[Saved entries]

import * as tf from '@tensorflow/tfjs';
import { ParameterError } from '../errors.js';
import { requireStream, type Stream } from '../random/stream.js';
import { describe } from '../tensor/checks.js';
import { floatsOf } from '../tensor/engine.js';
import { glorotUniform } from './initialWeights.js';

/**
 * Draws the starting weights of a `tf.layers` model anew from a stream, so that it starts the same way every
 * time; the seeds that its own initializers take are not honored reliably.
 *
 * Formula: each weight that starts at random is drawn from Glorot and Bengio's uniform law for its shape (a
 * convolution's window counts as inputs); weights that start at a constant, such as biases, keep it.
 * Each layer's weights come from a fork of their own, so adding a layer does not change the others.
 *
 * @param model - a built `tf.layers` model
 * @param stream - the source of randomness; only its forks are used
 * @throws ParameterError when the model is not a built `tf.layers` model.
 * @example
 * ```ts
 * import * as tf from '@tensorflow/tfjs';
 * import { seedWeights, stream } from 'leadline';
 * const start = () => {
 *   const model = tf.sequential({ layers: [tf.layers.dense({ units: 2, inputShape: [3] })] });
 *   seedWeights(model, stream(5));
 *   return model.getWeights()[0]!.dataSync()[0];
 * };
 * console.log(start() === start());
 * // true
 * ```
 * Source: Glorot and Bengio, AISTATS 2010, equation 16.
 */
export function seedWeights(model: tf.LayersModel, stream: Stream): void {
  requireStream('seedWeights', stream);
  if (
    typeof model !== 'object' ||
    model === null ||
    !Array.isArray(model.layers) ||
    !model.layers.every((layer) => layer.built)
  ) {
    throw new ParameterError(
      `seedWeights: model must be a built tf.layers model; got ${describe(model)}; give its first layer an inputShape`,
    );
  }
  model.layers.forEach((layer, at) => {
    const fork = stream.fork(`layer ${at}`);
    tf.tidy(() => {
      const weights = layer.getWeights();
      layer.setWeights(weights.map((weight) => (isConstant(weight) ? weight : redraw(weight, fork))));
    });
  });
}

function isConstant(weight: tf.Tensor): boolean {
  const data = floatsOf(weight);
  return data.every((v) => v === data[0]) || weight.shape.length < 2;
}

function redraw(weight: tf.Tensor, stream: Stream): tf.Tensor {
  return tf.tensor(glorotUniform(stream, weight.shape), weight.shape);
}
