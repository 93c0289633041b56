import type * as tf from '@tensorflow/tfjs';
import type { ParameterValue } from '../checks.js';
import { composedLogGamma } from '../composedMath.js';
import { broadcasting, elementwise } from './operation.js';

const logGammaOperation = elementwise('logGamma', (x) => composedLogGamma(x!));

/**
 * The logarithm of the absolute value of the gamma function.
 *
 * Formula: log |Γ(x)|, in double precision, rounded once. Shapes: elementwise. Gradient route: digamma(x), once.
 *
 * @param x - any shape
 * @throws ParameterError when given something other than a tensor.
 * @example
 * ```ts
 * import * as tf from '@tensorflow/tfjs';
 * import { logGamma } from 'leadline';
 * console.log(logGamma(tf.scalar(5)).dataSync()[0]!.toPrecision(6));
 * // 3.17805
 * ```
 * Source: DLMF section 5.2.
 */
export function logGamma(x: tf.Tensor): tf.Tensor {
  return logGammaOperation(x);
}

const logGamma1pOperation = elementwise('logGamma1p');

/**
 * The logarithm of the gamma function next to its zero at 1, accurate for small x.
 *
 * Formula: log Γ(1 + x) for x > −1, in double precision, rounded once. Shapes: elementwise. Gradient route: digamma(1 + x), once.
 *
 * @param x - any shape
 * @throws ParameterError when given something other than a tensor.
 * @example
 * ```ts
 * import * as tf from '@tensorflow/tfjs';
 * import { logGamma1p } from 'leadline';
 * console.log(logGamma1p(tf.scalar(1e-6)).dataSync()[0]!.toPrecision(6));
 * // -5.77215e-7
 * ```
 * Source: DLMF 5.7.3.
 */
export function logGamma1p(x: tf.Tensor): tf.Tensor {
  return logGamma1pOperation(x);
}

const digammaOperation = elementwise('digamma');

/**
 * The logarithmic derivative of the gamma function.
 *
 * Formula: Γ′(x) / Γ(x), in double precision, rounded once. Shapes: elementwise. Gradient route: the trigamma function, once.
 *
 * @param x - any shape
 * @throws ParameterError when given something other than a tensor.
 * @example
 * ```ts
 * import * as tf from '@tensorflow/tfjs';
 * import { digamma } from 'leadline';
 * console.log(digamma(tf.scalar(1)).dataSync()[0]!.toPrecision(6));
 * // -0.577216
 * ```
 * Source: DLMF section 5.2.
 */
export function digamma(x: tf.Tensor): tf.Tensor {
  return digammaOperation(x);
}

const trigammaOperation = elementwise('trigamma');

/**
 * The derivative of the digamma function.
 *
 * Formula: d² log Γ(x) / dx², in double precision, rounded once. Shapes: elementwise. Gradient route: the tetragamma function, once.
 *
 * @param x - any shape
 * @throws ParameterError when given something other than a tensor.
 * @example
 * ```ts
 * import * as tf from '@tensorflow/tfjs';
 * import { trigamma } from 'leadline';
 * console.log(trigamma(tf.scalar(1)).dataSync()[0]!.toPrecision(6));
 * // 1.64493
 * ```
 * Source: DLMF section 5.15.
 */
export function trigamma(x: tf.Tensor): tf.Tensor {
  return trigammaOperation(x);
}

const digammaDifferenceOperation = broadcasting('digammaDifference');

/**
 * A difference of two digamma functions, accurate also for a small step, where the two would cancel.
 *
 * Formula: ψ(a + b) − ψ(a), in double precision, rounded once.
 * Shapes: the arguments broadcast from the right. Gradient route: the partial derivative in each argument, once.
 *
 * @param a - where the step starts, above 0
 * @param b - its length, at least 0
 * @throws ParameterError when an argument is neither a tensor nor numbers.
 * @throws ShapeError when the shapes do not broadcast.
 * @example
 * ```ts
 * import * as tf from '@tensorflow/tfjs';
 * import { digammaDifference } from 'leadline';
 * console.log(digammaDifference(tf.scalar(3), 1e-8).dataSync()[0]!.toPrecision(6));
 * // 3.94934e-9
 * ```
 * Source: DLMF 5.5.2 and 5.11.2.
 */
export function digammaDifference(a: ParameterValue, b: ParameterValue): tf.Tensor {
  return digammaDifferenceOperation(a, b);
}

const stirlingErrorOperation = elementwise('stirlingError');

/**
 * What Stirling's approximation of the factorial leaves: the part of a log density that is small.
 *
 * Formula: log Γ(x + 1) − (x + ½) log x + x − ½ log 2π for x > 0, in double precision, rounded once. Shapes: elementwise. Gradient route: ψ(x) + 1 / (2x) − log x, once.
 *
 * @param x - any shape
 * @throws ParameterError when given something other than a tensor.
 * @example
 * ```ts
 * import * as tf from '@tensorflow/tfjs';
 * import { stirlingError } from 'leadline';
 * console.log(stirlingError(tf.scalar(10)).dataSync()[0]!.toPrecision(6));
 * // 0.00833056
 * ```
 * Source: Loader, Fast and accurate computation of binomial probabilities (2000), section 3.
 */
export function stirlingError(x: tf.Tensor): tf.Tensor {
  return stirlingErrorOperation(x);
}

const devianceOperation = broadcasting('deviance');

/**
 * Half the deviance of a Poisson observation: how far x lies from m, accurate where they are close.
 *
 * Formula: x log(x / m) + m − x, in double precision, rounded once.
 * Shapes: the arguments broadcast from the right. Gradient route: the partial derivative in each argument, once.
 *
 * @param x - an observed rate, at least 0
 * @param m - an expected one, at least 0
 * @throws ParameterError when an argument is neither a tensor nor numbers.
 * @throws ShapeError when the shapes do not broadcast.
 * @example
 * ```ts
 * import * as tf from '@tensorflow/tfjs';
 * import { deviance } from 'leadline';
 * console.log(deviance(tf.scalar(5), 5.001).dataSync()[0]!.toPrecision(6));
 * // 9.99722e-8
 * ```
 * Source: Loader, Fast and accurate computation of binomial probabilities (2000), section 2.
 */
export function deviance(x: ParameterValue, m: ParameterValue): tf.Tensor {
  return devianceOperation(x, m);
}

**Your task**. Take from the entries every line that has the string "scalar".

**Solution below**.
 * console.log(logGamma(tf.scalar(5)).dataSync()[0]!.toPrecision(6));
 * console.log(logGamma1p(tf.scalar(1e-6)).dataSync()[0]!.toPrecision(6));
 * console.log(digamma(tf.scalar(1)).dataSync()[0]!.toPrecision(6));
 * console.log(trigamma(tf.scalar(1)).dataSync()[0]!.toPrecision(6));
 * console.log(digammaDifference(tf.scalar(3), 1e-8).dataSync()[0]!.toPrecision(6));
 * console.log(stirlingError(tf.scalar(10)).dataSync()[0]!.toPrecision(6));
 * console.log(deviance(tf.scalar(5), 5.001).dataSync()[0]!.toPrecision(6));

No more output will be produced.